<http://hyperdata.org/Hello> a sioc:Post ;
dc:date "2012-04-02T07:24:53.676Z" ;
dc:title "Hello World!" ;
sioc:content "My first post." ;
foaf:maker [ foaf:nick "danja" ] .
schema:articleBody owl:equivalentProperty sioc:content .
schema:author owl:equivalentProperty foaf:maker .
schema:name rdfs:subPropertyOf dc:title .
schema:datePublished owl:equivalentProperty dc:issued .
schema:Article rdfs:subClassOf sioc:Item .

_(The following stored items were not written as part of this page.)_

import { CSRF_HEADER, userSchema } from '@evenset/contracts';
import { installFakeFetch, type FakeAnswer, type FakeRequest } from '../testing/fake-fetch';
import { ApiError, apiGet, apiWrite, setCsrfToken, setUnauthorizedHandler } from './api-client';

const person = {
  id: 'u1',
  email: 'ana@example.com',
  displayName: 'Ana Ruiz',
  roles: ['inspector'],
  active: true,
  displayUnit: 'mm',
  createdAt: '2026-01-05T10:00:00.000Z',
};

/** A fake server that hands out numbered CSRF tokens and answers everything else with `answer`. */
function serverWith(answer: (request: FakeRequest) => FakeAnswer) {
  let issued = 0;
  return installFakeFetch((request) => {
    if (request.url === '/api/auth/csrf') return { status: 200, body: { csrfToken: `token-${++issued}` } };
    return answer(request);
  });
}

const writes = (requests: FakeRequest[]) => requests.filter((request) => request.method !== 'GET');

async function refusalOf(promise: Promise<unknown>): Promise<ApiError> {
  try {
    await promise;
  } catch (error) {
    if (error instanceof ApiError) return error;
    throw error;
  }
  throw new Error('Expected the request to be refused.');
}

beforeEach(() => setCsrfToken(null));

describe('reads', () => {
  it('send no CSRF token, skip empty query values and check the answer against the schema', async () => {
    const requests = serverWith(() => ({ status: 200, body: person }));
    const user = await apiGet('/users/u1', userSchema, { page: 0, q: '', sort: undefined });
    expect(user.displayName).toBe('Ana Ruiz');
    expect(requests).toHaveLength(1);
    expect(requests[0]?.url).toBe('/api/users/u1?page=0');
    expect(requests[0]?.headers[CSRF_HEADER]).toBeUndefined();
  });

  it('refuse an answer that does not match the contract', async () => {
    serverWith(() => ({ status: 200, body: { id: 'u1' } }));
    expect((await refusalOf(apiGet('/users/u1', userSchema))).code).toBe('UNEXPECTED_ANSWER');
  });
});

describe('writes', () => {
  it('fetch a CSRF token first when none is known, then carry it in the header', async () => {
    const requests = serverWith(() => ({ status: 201, body: person }));
    await apiWrite('POST', '/users', { email: 'ana@example.com' }, userSchema);
    expect(requests.map((request) => request.url)).toEqual(['/api/auth/csrf', '/api/users']);
    expect(writes(requests)[0]?.headers[CSRF_HEADER]).toBe('token-1');
    expect(writes(requests)[0]?.body).toEqual({ email: 'ana@example.com' });
  });

  it('use the token handed over at sign-in without asking for another', async () => {
    setCsrfToken('from-login');
    const requests = serverWith(() => ({ status: 204 }));
    await apiWrite('POST', '/auth/logout');
    expect(requests).toHaveLength(1);
    expect(requests[0]?.headers[CSRF_HEADER]).toBe('from-login');
  });

  it('on CSRF_INVALID fetch a fresh token and retry once, with the fresh token', async () => {
    setCsrfToken('stale');
    const requests = serverWith((request) =>
      request.headers[CSRF_HEADER] === 'stale'
        ? { status: 403, body: { code: 'CSRF_INVALID', message: 'The page is out of date.' } }
        : { status: 200, body: person },
    );
    await apiWrite('PUT', '/users/u1/roles', { roles: ['admin'] }, userSchema);
    expect(writes(requests).map((request) => request.headers[CSRF_HEADER])).toEqual(['stale', 'token-1']);
  });

  it('retry only once: a second CSRF_INVALID reaches the caller', async () => {
    const requests = serverWith(() => ({
      status: 403,
      body: { code: 'CSRF_INVALID', message: 'The page is out of date.' },
    }));
    const refusal = await refusalOf(apiWrite('POST', '/users/u1/deactivate'));
    expect(refusal.code).toBe('CSRF_INVALID');
    expect(writes(requests)).toHaveLength(2);
  });

  it('do not retry other refusals', async () => {
    setCsrfToken('good');
    const requests = serverWith(() => ({ status: 403, body: { code: 'FORBIDDEN', message: 'Admins only.' } }));
    expect((await refusalOf(apiWrite('POST', '/users/u1/deactivate'))).code).toBe('FORBIDDEN');
    expect(requests).toHaveLength(1);
  });
});

describe('errors', () => {
  it('carry the error body: status, code, message, field details and request id', async () => {
    setCsrfToken('good');
    serverWith(() => ({
      status: 400,
      body: {
        code: 'VALIDATION_FAILED',
        message: 'Some fields need attention.',
        details: [{ path: 'email', message: 'Enter a valid e-mail address, like name@example.com.' }],
        requestId: 'req-7',
      },
    }));
    const refusal = await refusalOf(apiWrite('POST', '/users', {}));
    expect(refusal).toMatchObject({
      status: 400,
      code: 'VALIDATION_FAILED',
      message: 'Some fields need attention.',
      details: [{ path: 'email', message: 'Enter a valid e-mail address, like name@example.com.' }],
      requestId: 'req-7',
    });
  });

  it('explain answers without an error body (e.g. a proxy page) in plain words', async () => {
    serverWith(() => ({ status: 502, body: '<html>Bad gateway</html>' }));
    const refusal = await refusalOf(apiGet('/users/u1', userSchema));
    expect(refusal.code).toBe('HTTP_502');
    expect(refusal.message).toMatch(/server ran into a problem/i);
  });

  it('turn a network failure into an ApiError that says the server cannot be reached', async () => {
    globalThis.fetch = jest.fn(() => Promise.reject(new TypeError('Failed to fetch')));
    const refusal = await refusalOf(apiGet('/users/u1', userSchema));
    expect(refusal).toMatchObject({ status: 0, code: 'NETWORK_ERROR' });
    expect(refusal.message).toMatch(/can't be reached/);
  });
});

describe('a lost session (401)', () => {
  const unauthorized = { status: 401, body: { code: 'AUTH_REQUIRED', message: 'Sign in first.' } };

  it('sends the person back to sign in when any other request finds it', async () => {
    const onUnauthorized = jest.fn();
    const unregister = setUnauthorizedHandler(onUnauthorized);
    serverWith(() => unauthorized);
    expect((await refusalOf(apiGet('/users/u1', userSchema))).status).toBe(401);
    expect(onUnauthorized).toHaveBeenCalledTimes(1);
    unregister();
  });

  it('is only an answer from /auth/me and /auth/login', async () => {
    const onUnauthorized = jest.fn();
    const unregister = setUnauthorizedHandler(onUnauthorized);
    serverWith(() => unauthorized);
    await refusalOf(apiGet('/auth/me', userSchema));
    await refusalOf(apiWrite('POST', '/auth/login', { email: 'a@b.c', password: 'x' }));
    expect(onUnauthorized).not.toHaveBeenCalled();
    unregister();
  });
});
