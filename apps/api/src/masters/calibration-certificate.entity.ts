import { Check, Entity, Property } from '@mikro-orm/core';
import type { CertificateType } from '../files/file-type';
import { BaseEntity } from '../database/base.entity';

/**
 * An uploaded calibration certificate, kept in the database beside its record so that backups
 * hold both. Permanent, like the calibration that cites it.
 */
@Entity({ tableName: 'calibration_certificate' })
@Check({
  name: 'calibration_certificate_type_check',
  expression: `content_type in ('application/pdf', 'image/png', 'image/jpeg') and size_bytes > 0`,
})
export class CalibrationCertificate extends BaseEntity {
  @Property({ type: 'text' })
  filename!: string;

  @Property({ type: 'text' })
  contentType!: CertificateType;

  @Property({ type: 'integer' })
  sizeBytes!: number;

  /** Hex SHA-256 of the content, to show the file is the one uploaded. */
  @Property({ type: 'text' })
  sha256!: string;

  @Property({ type: 'blob', lazy: true })
  content!: Buffer;
}
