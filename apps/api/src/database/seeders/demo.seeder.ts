import type { EntityManager } from '@mikro-orm/postgresql';
import { Seeder } from '@mikro-orm/seeder';
import { ensureInstrument } from '../factories/instrument.factory';
import { ensureMaster } from '../factories/master.factory';
import { ensureMaterial } from '../factories/material.factory';
import { ensureSpec } from '../factories/spec.factory';
import { ensureUser } from '../factories/user.factory';
import { demoInstruments, demoMasters } from './demo-gauges';
import { seedDemoGaugeStudy } from './demo-gauge-study';
import { seedDemoLots } from './demo-lots';
import { seedDemoSales } from './demo-sales';
import { DEMO_PEOPLE } from './demo-people';
import { LR90_REV_A, PP6_REV_A, RB40_REV_A, RB40_REV_B } from './demo-specs';
import { SHOP_MATERIALS, STEEL } from './shop-materials';

/** The invented demo scenario of brief.md. Safe to run again: it only adds what is missing. */
export class DemoSeeder extends Seeder {
  async run(em: EntityManager): Promise<void> {
    for (const person of DEMO_PEOPLE) await ensureUser(em, person);
    for (const material of SHOP_MATERIALS) await ensureMaterial(em, material);
    await em.flush();

    const steel = await ensureMaterial(em, STEEL);
    const rb40a = await ensureSpec(em, {
      partNumber: 'RB-40',
      revision: 'A',
      status: 'superseded',
      material: steel,
      definition: RB40_REV_A,
    });
    await ensureSpec(em, {
      partNumber: 'RB-40',
      revision: 'B',
      status: 'released',
      previous: rb40a,
      material: steel,
      definition: RB40_REV_B,
    });
    const released = { revision: 'A', status: 'released', material: steel } as const;
    await ensureSpec(em, { ...released, partNumber: 'PP-6', definition: PP6_REV_A });
    await ensureSpec(em, { ...released, partNumber: 'LR-90', definition: LR90_REV_A });
    for (const master of demoMasters(steel)) await ensureMaster(em, master);
    for (const instrument of demoInstruments()) await ensureInstrument(em, instrument);
    await em.flush();
    await seedDemoLots(em);
    await seedDemoSales(em);
    await seedDemoGaugeStudy(em);
  }
}
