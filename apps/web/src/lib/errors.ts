import { ApiError } from './api-client';

/** One sentence for people, never a stack trace; the reference lets support find the log line. */
export function describeError(error: unknown): string {
  if (!(error instanceof ApiError)) return 'Something went wrong on this page. Reload the page and try again.';
  if (error.status >= 500 && error.requestId) return `${error.message} (Reference: ${error.requestId})`;
  return error.message;
}
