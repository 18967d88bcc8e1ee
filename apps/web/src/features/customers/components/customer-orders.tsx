import type { CustomerDetail } from '@evenset/contracts';
import Link from '@mui/material/Link';
import Paper from '@mui/material/Paper';
import Stack from '@mui/material/Stack';
import Table from '@mui/material/Table';
import TableBody from '@mui/material/TableBody';
import TableCell from '@mui/material/TableCell';
import TableHead from '@mui/material/TableHead';
import TableRow from '@mui/material/TableRow';
import Typography from '@mui/material/Typography';
import { Link as RouterLink } from 'react-router-dom';
import { Figures } from '../../../components/display/figures';
import { paths } from '../../../config/paths';
import { formatDate } from '../../../lib/format';
import { SET_KIND_LABELS } from '../../sets/set-format';

type CustomerOrder = CustomerDetail['orders'][number];

/** One order: its reference and the sets and replacement parts sent under it. */
function OrderBlock({ order }: { order: CustomerOrder }) {
  return (
    <Paper component="article" variant="outlined" aria-label={`Order ${order.reference}`} sx={{ p: 2 }}>
      <Stack direction="row" spacing={2} sx={{ alignItems: 'baseline', flexWrap: 'wrap', mb: 1 }}>
        <Typography variant="h3" component="h3">
          Order {order.reference}
        </Typography>
        <Typography variant="body2" sx={{ color: 'text.secondary' }}>
          {formatDate(order.createdAt)}
          {order.notes ? ` — ${order.notes}` : ''}
        </Typography>
      </Stack>
      {order.sets.length === 0 ? (
        <Typography sx={{ color: 'text.secondary' }}>No sets allocated to this order yet.</Typography>
      ) : (
        <Table size="small" aria-label={`Sets of order ${order.reference}`}>
          <TableHead>
            <TableRow>
              <TableCell>Set</TableCell>
              <TableCell>Kind</TableCell>
              <TableCell>Part number</TableCell>
              <TableCell>Serials</TableCell>
              <TableCell>Allocated</TableCell>
            </TableRow>
          </TableHead>
          <TableBody>
            {order.sets.map((set) => (
              <TableRow key={set.id}>
                <TableCell>
                  <Link component={RouterLink} to={paths.set.getHref(set.id)} sx={{ fontWeight: 500 }}>
                    {set.setNumber}
                  </Link>
                </TableCell>
                <TableCell>{SET_KIND_LABELS[set.kind]}</TableCell>
                <TableCell>{set.partNumber}</TableCell>
                <TableCell>
                  <Figures>{set.serials.join(', ')}</Figures>
                </TableCell>
                <TableCell>{formatDate(set.createdAt)}</TableCell>
              </TableRow>
            ))}
          </TableBody>
        </Table>
      )}
    </Paper>
  );
}

/** A customer's orders, newest first, each with its sets. */
export function CustomerOrders({ orders, canAdd }: { orders: CustomerDetail['orders']; canAdd: boolean }) {
  if (orders.length === 0)
    return (
      <Typography sx={{ color: 'text.secondary' }}>
        No orders yet.{' '}
        {canAdd ? 'Add one with “New order”, or give a new reference when you build sets.' : 'Sales adds them.'}
      </Typography>
    );
  return (
    <Stack spacing={2}>
      {orders.map((order) => (
        <OrderBlock key={order.id} order={order} />
      ))}
    </Stack>
  );
}
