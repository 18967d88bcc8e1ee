import { CSRF_HEADER, apiErrorSchema, csrfTokenSchema, type ApiErrorDetail } from '@evenset/contracts';
import type { ZodType } from 'zod';

const API_BASE = '/api';

/** Paths whose 401 is an answer ("not signed in" / "wrong password"), not a lost session. */
const SESSION_PROBES: ReadonlySet<string> = new Set(['/auth/me', '/auth/login']);

export type QueryParams = Readonly<Record<string, string | number | undefined>>;
export type WriteMethod = 'POST' | 'PUT' | 'PATCH' | 'DELETE';
type Method = 'GET' | WriteMethod;

interface ApiErrorInit {
  status: number;
  code: string;
  message: string;
  details?: ApiErrorDetail[] | undefined;
  requestId?: string | undefined;
}

/** Every failed request, whatever went wrong, arrives as one of these. */
export class ApiError extends Error {
  readonly status: number;
  readonly code: string;
  readonly details: readonly ApiErrorDetail[];
  readonly requestId: string | undefined;

  constructor(init: ApiErrorInit) {
    super(init.message);
    this.name = 'ApiError';
    this.status = init.status;
    this.code = init.code;
    this.details = init.details ?? [];
    this.requestId = init.requestId;
  }
}

let csrfToken: string | null = null;
let onUnauthorized: () => void = () => undefined;

/** The server hands out a new token at sign-in and sign-out; keep the latest. */
export function setCsrfToken(token: string | null): void {
  csrfToken = token;
}

/** Called when the session is found to be gone; returns a function that unregisters it. */
export function setUnauthorizedHandler(handler: () => void): () => void {
  onUnauthorized = handler;
  return () => {
    if (onUnauthorized === handler) onUnauthorized = () => undefined;
  };
}

export function apiGet<T>(path: string, schema: ZodType<T>, query?: QueryParams): Promise<T> {
  return request('GET', path, undefined, query).then((json) => parseAnswer(schema, json));
}

export function apiWrite<T>(method: WriteMethod, path: string, body: unknown, schema: ZodType<T>): Promise<T>;
export function apiWrite(method: WriteMethod, path: string, body?: unknown): Promise<void>;
export async function apiWrite<T>(
  method: WriteMethod,
  path: string,
  body?: unknown,
  schema?: ZodType<T>,
): Promise<T | void> {
  const json = await request(method, path, body);
  if (schema) return parseAnswer(schema, json);
}

async function request(method: Method, path: string, body?: unknown, query?: QueryParams): Promise<unknown> {
  const isWrite = method !== 'GET';
  let response = await send(method, path, body, query, isWrite ? await currentCsrfToken() : null);
  if (isWrite && response.status === 403) {
    const refusal = await toApiError(response);
    if (refusal.code !== 'CSRF_INVALID') throw refusal;
    // The token went stale (e.g. the session was renewed elsewhere): fetch a fresh one, retry once.
    response = await send(method, path, body, query, await fetchCsrfToken());
  }
  if (response.status >= 400) {
    const error = await toApiError(response);
    if (error.status === 401 && !SESSION_PROBES.has(path)) onUnauthorized();
    throw error;
  }
  const text = await response.text();
  return text === '' ? undefined : (JSON.parse(text) as unknown);
}

/**
 * Sends a multipart form (e.g. a certificate file with its fields) and reports the share sent,
 * 0 to 1, as it goes; fetch cannot report upload progress, so this one request uses XHR.
 */
export async function apiUpload<T>(
  path: string,
  form: FormData,
  schema: ZodType<T>,
  onProgress: (share: number) => void,
): Promise<T> {
  let answer = await sendForm(path, form, await currentCsrfToken(), onProgress);
  if (answer.status === 403 && errorFromText(answer.status, answer.text).code === 'CSRF_INVALID') {
    answer = await sendForm(path, form, await fetchCsrfToken(), onProgress);
  }
  if (answer.status >= 400) {
    const error = errorFromText(answer.status, answer.text);
    if (error.status === 401) onUnauthorized();
    throw error;
  }
  return parseAnswer(schema, answer.text === '' ? undefined : (JSON.parse(answer.text) as unknown));
}

function sendForm(
  path: string,
  form: FormData,
  token: string,
  onProgress: (share: number) => void,
): Promise<{ status: number; text: string }> {
  return new Promise((resolve, reject) => {
    const xhr = new XMLHttpRequest();
    xhr.open('POST', `${API_BASE}${path}`);
    xhr.withCredentials = true;
    xhr.setRequestHeader('Accept', 'application/json');
    xhr.setRequestHeader(CSRF_HEADER, token);
    xhr.upload.onprogress = (event) => {
      if (event.lengthComputable && event.total > 0) onProgress(event.loaded / event.total);
    };
    xhr.onload = () => resolve({ status: xhr.status, text: xhr.responseText });
    xhr.onerror = () =>
      reject(
        new ApiError({
          status: 0,
          code: 'NETWORK_ERROR',
          message: "The upload did not reach Evenset's server. Check the network connection, then try again.",
        }),
      );
    xhr.send(form);
  });
}

function errorFromText(status: number, text: string): ApiError {
  let json: unknown;
  try {
    json = JSON.parse(text) as unknown;
  } catch {
    json = undefined;
  }
  const parsed = apiErrorSchema.safeParse(json);
  if (parsed.success) return new ApiError({ status, ...parsed.data });
  return new ApiError({ status, code: `HTTP_${status}`, message: fallbackMessage(status) });
}

async function currentCsrfToken(): Promise<string> {
  return csrfToken ?? fetchCsrfToken();
}

async function fetchCsrfToken(): Promise<string> {
  const { csrfToken: token } = await apiGet('/auth/csrf', csrfTokenSchema);
  csrfToken = token;
  return token;
}

async function send(
  method: Method,
  path: string,
  body: unknown,
  query: QueryParams | undefined,
  token: string | null,
): Promise<Response> {
  const headers: Record<string, string> = { Accept: 'application/json' };
  if (body !== undefined) headers['Content-Type'] = 'application/json';
  if (token !== null) headers[CSRF_HEADER] = token;
  try {
    return await fetch(`${API_BASE}${path}${toSearch(query)}`, {
      method,
      headers,
      credentials: 'same-origin',
      body: body === undefined ? null : JSON.stringify(body),
    });
  } catch {
    throw new ApiError({
      status: 0,
      code: 'NETWORK_ERROR',
      message: "Evenset's server can't be reached. Check the network connection, then try again.",
    });
  }
}

function toSearch(query: QueryParams | undefined): string {
  if (!query) return '';
  const params = new URLSearchParams();
  for (const [name, value] of Object.entries(query)) {
    if (value !== undefined && value !== '') params.set(name, String(value));
  }
  const search = params.toString();
  return search === '' ? '' : `?${search}`;
}

async function toApiError(response: Response): Promise<ApiError> {
  let text = '';
  try {
    text = await response.text();
  } catch {
    // An unreadable body gets the fallback message for its status.
  }
  return errorFromText(response.status, text);
}

// Used only when the server (or a proxy in front of it) answers without our error body.
function fallbackMessage(status: number): string {
  if (status === 401) return 'Your session has ended. Sign in again.';
  if (status === 403) return "You don't have permission to do this.";
  if (status === 404) return 'This was not found. It may have been removed.';
  if (status === 429) return 'Too many attempts — wait a minute and try again.';
  if (status >= 500) {
    return 'The server ran into a problem. Try again in a moment; if it keeps happening, tell your administrator.';
  }
  return `The server refused the request (HTTP ${status}).`;
}

function parseAnswer<T>(schema: ZodType<T>, json: unknown): T {
  const parsed = schema.safeParse(json);
  if (parsed.success) return parsed.data;
  throw new ApiError({
    status: 200,
    code: 'UNEXPECTED_ANSWER',
    message:
      'The server answered in a shape this page does not understand. Reload the page; if that does not help, tell your administrator.',
  });
}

foaf:nick rdfs:subPropertyOf schema:additionalName .
Top-level terms
I think it would be very helpful if schema.org was a bit clearer about "top-level" terms. Right now Thing has description, name, image, url. Ok, not bad as a first pass against what's needed on the Web. But url is/should be redundant (but that's just my semweb prejudices), there's slight conflict between description and content-oriented terms like articleBody which has the intermediate node of Article. (This isn't a new phenomenon, RSS history is littered with the wreckage of content vs. description, and higher up the architectural tree it's one of the features of httpRange-14). Ok, maybe description is useful enough to leave alone, similarly name is probably reasonable to cover the top level of label, title, name. image I suppose is fair enough, a pragmatic approach to something that could easily get messy if more WebArch was brought into the picture. I guess my recommendations then would be to add a term Item (for a generic Information Resource, superclass of Article etc) and date (for a superproperty of all dates).
Automatic mapping
I haven't yet decided whether or not to use the Web vocab or schema.org versions of the terms in my internal RDF, I suppose I could even use both. But my little experience above demonstrates it's not yet obvious how to map across even with these really common terms. If the starting point was something richer, the amount of work involved could easily explode. Some kind of automation is desirable, for the benefit of someone like me in the current situation, a publisher of semantically marked-up HTML that would like their material to connect with the Linked Data Cloud, or someone writing an app that consumes data across different vocabularies. A service (or two) springs to mind: give it a term and it responds with correspondences from other vocabs, or give it a lump of data and let it offer a translation to the preferred vocab(s)/format. There are at least two approaches to implementation: SPARQL CONSTRUCT and/or RDFS/OWL inference (in both cases the use of generic superclasses/properties could be useful). The front end could offer something like the Rich Snippets Testing Tool for authors together with an open API for translation by app developers, to give a leg-up for integration/mashups. It would be nice if the good folks behind schema.org would consider throwing some resources in this direction.